Меня девушки смущали. Я не знал, о чем с ними говорить, и решил, что большинство из них легкомысленны и не стоят моего внимания. Конечно же, Мариана, которая безостановочно говорила о своем дурацком представлении ко двору и о не менее дурацком бале, казалась мне самой легкомысленной из всех, кого я встречал.
– Ах, тетя Роза! – восклицала она. – Ты ведь придешь на бал, не правда ли? Пожалуйста, приходи! Я не вынесу, если ты не придешь!
Но мама подхватила какую-то инфекцию, и здоровье не позволило ей ехать в Лондон.
Некоторое время я размышлял, приедет ли миссис Касталлак на дебют своей дочери, но об этом не упоминалось, и я подумал, что Мариана в глубине души рада, что бывшая жена фермера не будет присутствовать на таком великосветском событии. Она ни разу не сказала папе, что ее матери следовало бы приехать.
К этому времени отношение Касталлаков к своей матери стало противоречивым. Маркус, когда ему исполнилось шестнадцать, попросил разрешения поехать к ней одному, но папа пообещал ему, что как только он закончит учебу, то сможет видеться с ней, когда захочет, и Маркус согласился подождать еще два года до окончания Итона. Мне пришло в голову, что, хотя Маркус совершенно искренне хотел увидеться с матерью, он нервничал при мысли о том, что увидит ее через столько лет, и его стало легче уговорить отложить свидание, чем раньше. Еще я заметил, что за исключением Филипа, который по-прежнему грозил убежать из школы и побороть всякого, кто бы вздумал его удержать, когда ему исполнится шестнадцать, Касталлаки не горели желанием увидеться с матерью.
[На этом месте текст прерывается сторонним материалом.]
/* limbeck check: what was understood of a mechanism, and what is wrong with it. */
#include <unistd.h>

#include "cli/session.h"

static int run(const options *given)
{
    session s;
    int result = session_open(&s, given);
    if (result == EXIT_ANSWERED) {
        lb_layout layout = terminal_layout(STDOUT_FILENO);
        result = session_print(&s, given->json ? lb_json_check(s.network, s.diagnostics, s.text)
                                               : lb_text_check(s.network, &layout, s.text));
        session_warn(&s);
    }
    session_close(&s);
    return result;
}

const command command_check = {
    .name = "check",
    .usage = "check FILE [options]",
    .summary = "read it, balance it, check the units; every fault with its place",
    .about = "Read the mechanism and show what was understood: species with their roles,\n"
             "constants with values, units and ranges, reactions with their rates. Faults and\n"
             "warnings go to standard error, each with line, column and what to write instead.\n",
    .examples = "  limbeck check bath.mech\n"
                "  limbeck check bath.mech --set k2=0.1 --set '[A]=2'\n"
                "  limbeck check bath.mech --json\n",
    .run = run,
};
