//! Windows: the part of the span in which a reading is taken.
//!
//! A window is a row of intervals, each holding its start and not its end. A time in it that is
//! computed may lie outside the span or in the wrong order; then the reading is absent. Ends
//! within rounding of a jump are that jump.

use pulsewright_circuit::expr::ExprKind;
use pulsewright_circuit::phrase::{Condition, StateWord, Window};
use pulsewright_circuit::setup::Element;
use pulsewright_circuit::{Expr, Name};

use super::{Lack, Reader, absent, said_time};
use crate::waveform::{Interval, Run};

/// A window in one shot.
#[derive(Clone, Debug, PartialEq)]
pub struct Extent {
    /// Its intervals in order of time; none where it is empty.
    pub intervals: Vec<Interval>,
    /// Its end in words: `the span`, or `the window, at 7 ms`.
    pub end_words: String,
}

impl Extent {
    /// Its length, s.
    #[must_use]
    pub fn length(&self) -> f64 {
        self.intervals.iter().fold(0.0, |sum, i| sum + i.length())
    }

    /// Its last instant, s.
    #[must_use]
    pub fn end(&self) -> f64 {
        self.intervals.last().map_or(0.0, |i| i.end)
    }

    /// The one interval of an unbroken window.
    ///
    /// # Errors
    ///
    /// [`Lack::Absent`] where it is empty or in several stretches.
    pub fn unbroken(&self) -> Result<Interval, Lack> {
        match self.intervals.as_slice() {
            [] => absent("its window is empty in this shot"),
            [one] => Ok(*one),
            many => absent(format!(
                "its window is broken into {} stretches",
                many.len()
            )),
        }
    }

    /// The window itself where it is not empty.
    ///
    /// # Errors
    ///
    /// [`Lack::Absent`] where it is.
    pub fn filled(self) -> Result<Extent, Lack> {
        if self.intervals.is_empty() {
            absent("its window is empty in this shot")
        } else {
            Ok(self)
        }
    }
}

impl Reader<'_> {
    /// The window of a reading; `None` is the whole span.
    pub(crate) fn extent(&self, window: Option<&Window>) -> Result<Extent, Lack> {
        let end = self.record.end();
        match window {
            None => Ok(self.over(0.0, end)),
            Some(Window::Between(from, to)) => {
                let start = self.time(from)?;
                let end = self.end_time(to, start)?;
                self.ordered(start, end)
            }
            Some(Window::After(from)) => {
                let start = self.time(from)?;
                if start < end {
                    Ok(self.over(start, end))
                } else {
                    Ok(self.made(Vec::new()))
                }
            }
            Some(Window::Before(to)) => {
                let end = self.end_time(to, 0.0)?;
                self.ordered(0.0, end)
            }
            Some(Window::While(conditions)) => self.while_all(conditions),
            Some(Window::Phase { number, signal }) => self.phase(*number, signal),
            Some(_) => absent("its window is not measured by this version"),
        }
    }

    /// The window, which must not be empty.
    pub(super) fn filled(&self, window: Option<&Window>) -> Result<Extent, Lack> {
        self.extent(window)?.filled()
    }

    fn ordered(&self, start: f64, end: f64) -> Result<Extent, Lack> {
        if end > start {
            return Ok(self.over(start, end));
        }
        absent(format!(
            "its window would end at {}, not after its start at {}",
            said_time(end),
            said_time(start)
        ))
    }

    fn over(&self, start: f64, end: f64) -> Extent {
        self.made(vec![Interval { start, end }])
    }

    fn made(&self, intervals: Vec<Interval>) -> Extent {
        let end = intervals.last().map_or(0.0, |i| i.end);
        let end_words = if end >= self.record.end() {
            "the span".to_owned()
        } else {
            format!("the window, at {}", said_time(end))
        };
        Extent {
            intervals,
            end_words,
        }
    }

    /// A time in the span, s.
    pub(super) fn time(&self, expr: &Expr) -> Result<f64, Lack> {
        self.inside(self.value(expr)?.value)
    }

    /// A time as a window's end; a bare edge is the next one after the window's start.
    fn end_time(&self, expr: &Expr, start: f64) -> Result<f64, Lack> {
        match &expr.kind {
            ExprKind::Edge(edge) => self.inside(self.edge_after(edge, start)?.value),
            _ => self.time(expr),
        }
    }

    fn inside(&self, t: f64) -> Result<f64, Lack> {
        let (t, end) = (self.record.snap(t), self.record.end());
        if t < 0.0 {
            return absent(format!("{} lies before 0 s", said_time(t)));
        }
        if t > end {
            return absent(format!(
                "{} lies past the span of {}",
                said_time(t),
                said_time(end)
            ));
        }
        Ok(t)
    }

    /// All stretches in which every condition holds, joined where they meet.
    fn while_all(&self, conditions: &[Condition]) -> Result<Extent, Lack> {
        let wanted: Vec<(usize, u8)> = conditions
            .iter()
            .map(|c| self.wanted(c))
            .collect::<Result<_, _>>()?;
        let mut intervals: Vec<Interval> = Vec::new();
        for stretch in &self.shot().stretches {
            let holds = wanted
                .iter()
                .all(|(part, state)| stretch.states.get(*part) == Some(state));
            let (Some(start), Some(end)) = (stretch.times.first(), stretch.times.last()) else {
                continue;
            };
            match intervals.last_mut() {
                _ if !holds => {}
                Some(last) if last.end == *start => last.end = *end,
                _ => intervals.push(Interval {
                    start: *start,
                    end: *end,
                }),
            }
        }
        Ok(self.made(intervals))
    }

    fn wanted(&self, condition: &Condition) -> Result<(usize, u8), Lack> {
        let part = self.part(&condition.part)?;
        let state = match &condition.state {
            StateWord::Closed => Some(1),
            StateWord::Open => Some(0),
            StateWord::At(node) => self.contact(part, node),
        };
        match state {
            Some(state) => Ok((part, state)),
            None => absent(format!("`{}` is never in that state", condition.part)),
        }
    }

    fn contact(&self, part: usize, node: &Name) -> Option<u8> {
        let node = self.case.circuit.node_index(&node.text)?;
        match &self.case.setup.parts.get(part)?.element {
            Element::Changeover { contacts, .. } => contacts
                .iter()
                .position(|n| *n == node)
                .and_then(|n| u8::try_from(n).ok()),
            _ => None,
        }
    }

    /// The index of a part by name.
    pub(super) fn part(&self, name: &Name) -> Result<usize, Lack> {
        match self.case.circuit.part_index(&name.text) {
            Some(part) => Ok(part),
            None => absent(format!("there is no part `{name}`")),
        }
    }

    /// The run of one sign with that number, counting those whose crest is at least 1 % of the
    /// largest; empty where there are fewer.
    fn phase(&self, number: u32, signal: &Expr) -> Result<Extent, Lack> {
        let all = [Interval {
            start: 0.0,
            end: self.record.end(),
        }];
        let signal = self.signal(signal)?;
        signal.grounded(&all)?;
        let least = 0.01 * signal.wave.largest();
        let crest = |run: &Run| {
            let over = [Interval {
                start: run.start,
                end: run.end,
            }];
            signal.wave.largest_in(&over).map_or(0.0, |e| e.value.abs())
        };
        let counted = |run: &Run| run.sign != 0 && run.end > run.start && crest(run) >= least;
        let runs = signal.wave.runs(&all, 1.0, 0.0);
        let n = usize::try_from(number)
            .unwrap_or(usize::MAX)
            .saturating_sub(1);
        let found = runs.into_iter().filter(counted).nth(n);
        Ok(self.made(
            found
                .map(|r| Interval {
                    start: r.start,
                    end: r.end,
                })
                .into_iter()
                .collect(),
        ))
    }
}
«Жаль, что я не могу убежать с тобой в Корнуолл, Филип», – говорил Хью, но, когда Филип принялся подбивать его на это, сказал, что ему, должно быть, тоже надо подождать, пока не исполнится шестнадцать. «Как здорово будет повидать маму!» – изредка вздыхала Жанна, но тем не менее была более чем довольна жизнью в Алленгейте с мамой. Да и Мариана тоже. Элизабет же вряд ли помнила, что не всегда жила в Оксфордшире и что наша мама на самом деле ей не родная.
– Ну и странная же она у вас, – не удержался я, когда Мариана сказала, что коль скоро ее мама много лет прекрасно жила без нее, то вряд ли стоит ожидать, что она приедет на бал, даже если ее пригласить. – Да уж, каких только людей нет на свете.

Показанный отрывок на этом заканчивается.